> _Records to use_
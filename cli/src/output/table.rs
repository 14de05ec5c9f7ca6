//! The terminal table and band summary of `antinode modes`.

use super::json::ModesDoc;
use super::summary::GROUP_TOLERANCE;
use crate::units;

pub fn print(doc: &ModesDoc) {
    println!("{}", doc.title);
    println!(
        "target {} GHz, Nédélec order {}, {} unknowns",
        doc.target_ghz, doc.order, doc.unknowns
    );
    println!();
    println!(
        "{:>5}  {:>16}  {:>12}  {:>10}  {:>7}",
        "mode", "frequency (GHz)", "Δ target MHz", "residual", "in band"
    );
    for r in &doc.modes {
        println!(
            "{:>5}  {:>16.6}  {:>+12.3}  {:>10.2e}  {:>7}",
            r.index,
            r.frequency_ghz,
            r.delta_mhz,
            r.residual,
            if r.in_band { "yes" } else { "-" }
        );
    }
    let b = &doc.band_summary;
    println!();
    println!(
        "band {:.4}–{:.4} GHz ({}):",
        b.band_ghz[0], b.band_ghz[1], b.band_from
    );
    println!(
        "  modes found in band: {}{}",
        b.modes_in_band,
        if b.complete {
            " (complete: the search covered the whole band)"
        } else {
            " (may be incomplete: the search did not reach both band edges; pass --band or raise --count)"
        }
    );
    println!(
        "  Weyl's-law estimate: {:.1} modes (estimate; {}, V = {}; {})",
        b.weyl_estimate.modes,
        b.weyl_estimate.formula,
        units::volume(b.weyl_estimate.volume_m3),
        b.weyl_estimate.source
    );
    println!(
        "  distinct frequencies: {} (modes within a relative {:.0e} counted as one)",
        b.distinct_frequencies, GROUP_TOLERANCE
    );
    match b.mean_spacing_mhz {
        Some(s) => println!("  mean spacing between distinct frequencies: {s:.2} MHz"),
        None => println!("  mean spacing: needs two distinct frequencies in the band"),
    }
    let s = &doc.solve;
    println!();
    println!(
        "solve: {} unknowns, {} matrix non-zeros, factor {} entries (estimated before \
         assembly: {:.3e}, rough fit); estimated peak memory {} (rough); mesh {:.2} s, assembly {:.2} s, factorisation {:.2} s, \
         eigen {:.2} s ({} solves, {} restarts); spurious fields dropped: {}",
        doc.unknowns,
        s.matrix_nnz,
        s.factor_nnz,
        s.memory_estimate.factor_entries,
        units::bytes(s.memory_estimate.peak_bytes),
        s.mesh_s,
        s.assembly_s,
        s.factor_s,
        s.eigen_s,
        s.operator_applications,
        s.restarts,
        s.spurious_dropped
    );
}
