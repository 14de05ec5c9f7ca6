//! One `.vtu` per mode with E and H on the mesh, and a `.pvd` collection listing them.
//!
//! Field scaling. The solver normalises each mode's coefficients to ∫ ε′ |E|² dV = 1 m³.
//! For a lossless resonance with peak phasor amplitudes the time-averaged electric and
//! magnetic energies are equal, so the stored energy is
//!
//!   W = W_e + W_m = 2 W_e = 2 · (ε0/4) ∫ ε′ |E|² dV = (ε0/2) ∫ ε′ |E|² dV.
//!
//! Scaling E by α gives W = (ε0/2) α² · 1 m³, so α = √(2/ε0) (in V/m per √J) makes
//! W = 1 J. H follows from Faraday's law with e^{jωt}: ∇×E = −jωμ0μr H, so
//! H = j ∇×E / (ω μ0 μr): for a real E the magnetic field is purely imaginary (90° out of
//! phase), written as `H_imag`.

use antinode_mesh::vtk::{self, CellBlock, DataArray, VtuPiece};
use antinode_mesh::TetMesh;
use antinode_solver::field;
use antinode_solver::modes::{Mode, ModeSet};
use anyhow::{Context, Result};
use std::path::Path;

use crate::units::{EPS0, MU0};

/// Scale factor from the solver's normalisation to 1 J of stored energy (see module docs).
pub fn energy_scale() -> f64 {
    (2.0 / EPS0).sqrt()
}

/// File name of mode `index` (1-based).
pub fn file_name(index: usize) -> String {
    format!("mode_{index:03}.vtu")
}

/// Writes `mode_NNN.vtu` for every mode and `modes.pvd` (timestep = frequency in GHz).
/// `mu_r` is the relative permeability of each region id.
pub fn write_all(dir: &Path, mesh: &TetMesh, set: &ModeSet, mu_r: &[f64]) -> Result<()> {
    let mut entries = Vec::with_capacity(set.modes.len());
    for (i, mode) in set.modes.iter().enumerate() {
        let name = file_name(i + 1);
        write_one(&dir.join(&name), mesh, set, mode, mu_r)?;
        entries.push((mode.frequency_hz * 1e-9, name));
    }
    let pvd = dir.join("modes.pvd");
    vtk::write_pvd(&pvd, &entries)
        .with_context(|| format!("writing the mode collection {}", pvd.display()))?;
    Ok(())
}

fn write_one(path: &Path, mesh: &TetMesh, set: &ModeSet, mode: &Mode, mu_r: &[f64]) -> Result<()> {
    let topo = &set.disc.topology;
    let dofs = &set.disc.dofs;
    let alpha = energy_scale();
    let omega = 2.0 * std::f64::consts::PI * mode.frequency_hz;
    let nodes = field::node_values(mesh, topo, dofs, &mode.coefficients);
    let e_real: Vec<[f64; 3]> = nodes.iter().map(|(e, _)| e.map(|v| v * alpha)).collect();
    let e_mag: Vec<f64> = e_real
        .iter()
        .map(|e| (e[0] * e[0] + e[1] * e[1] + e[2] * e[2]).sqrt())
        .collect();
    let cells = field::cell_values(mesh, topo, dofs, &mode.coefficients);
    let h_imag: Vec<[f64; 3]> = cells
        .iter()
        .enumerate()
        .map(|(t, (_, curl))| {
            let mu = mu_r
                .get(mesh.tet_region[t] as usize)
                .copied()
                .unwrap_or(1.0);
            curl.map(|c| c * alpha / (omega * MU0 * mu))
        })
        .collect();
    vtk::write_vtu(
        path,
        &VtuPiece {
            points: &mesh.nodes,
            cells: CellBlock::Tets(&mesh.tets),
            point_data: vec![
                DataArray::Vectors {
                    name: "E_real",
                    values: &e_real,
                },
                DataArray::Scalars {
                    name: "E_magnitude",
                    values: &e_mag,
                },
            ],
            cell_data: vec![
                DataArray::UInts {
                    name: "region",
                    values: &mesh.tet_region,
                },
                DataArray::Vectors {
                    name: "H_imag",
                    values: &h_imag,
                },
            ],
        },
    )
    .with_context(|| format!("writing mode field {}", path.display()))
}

> _How to complete this task_
Say the number of lines in the records above that include the string "format", and no more.

> _Answer below_
3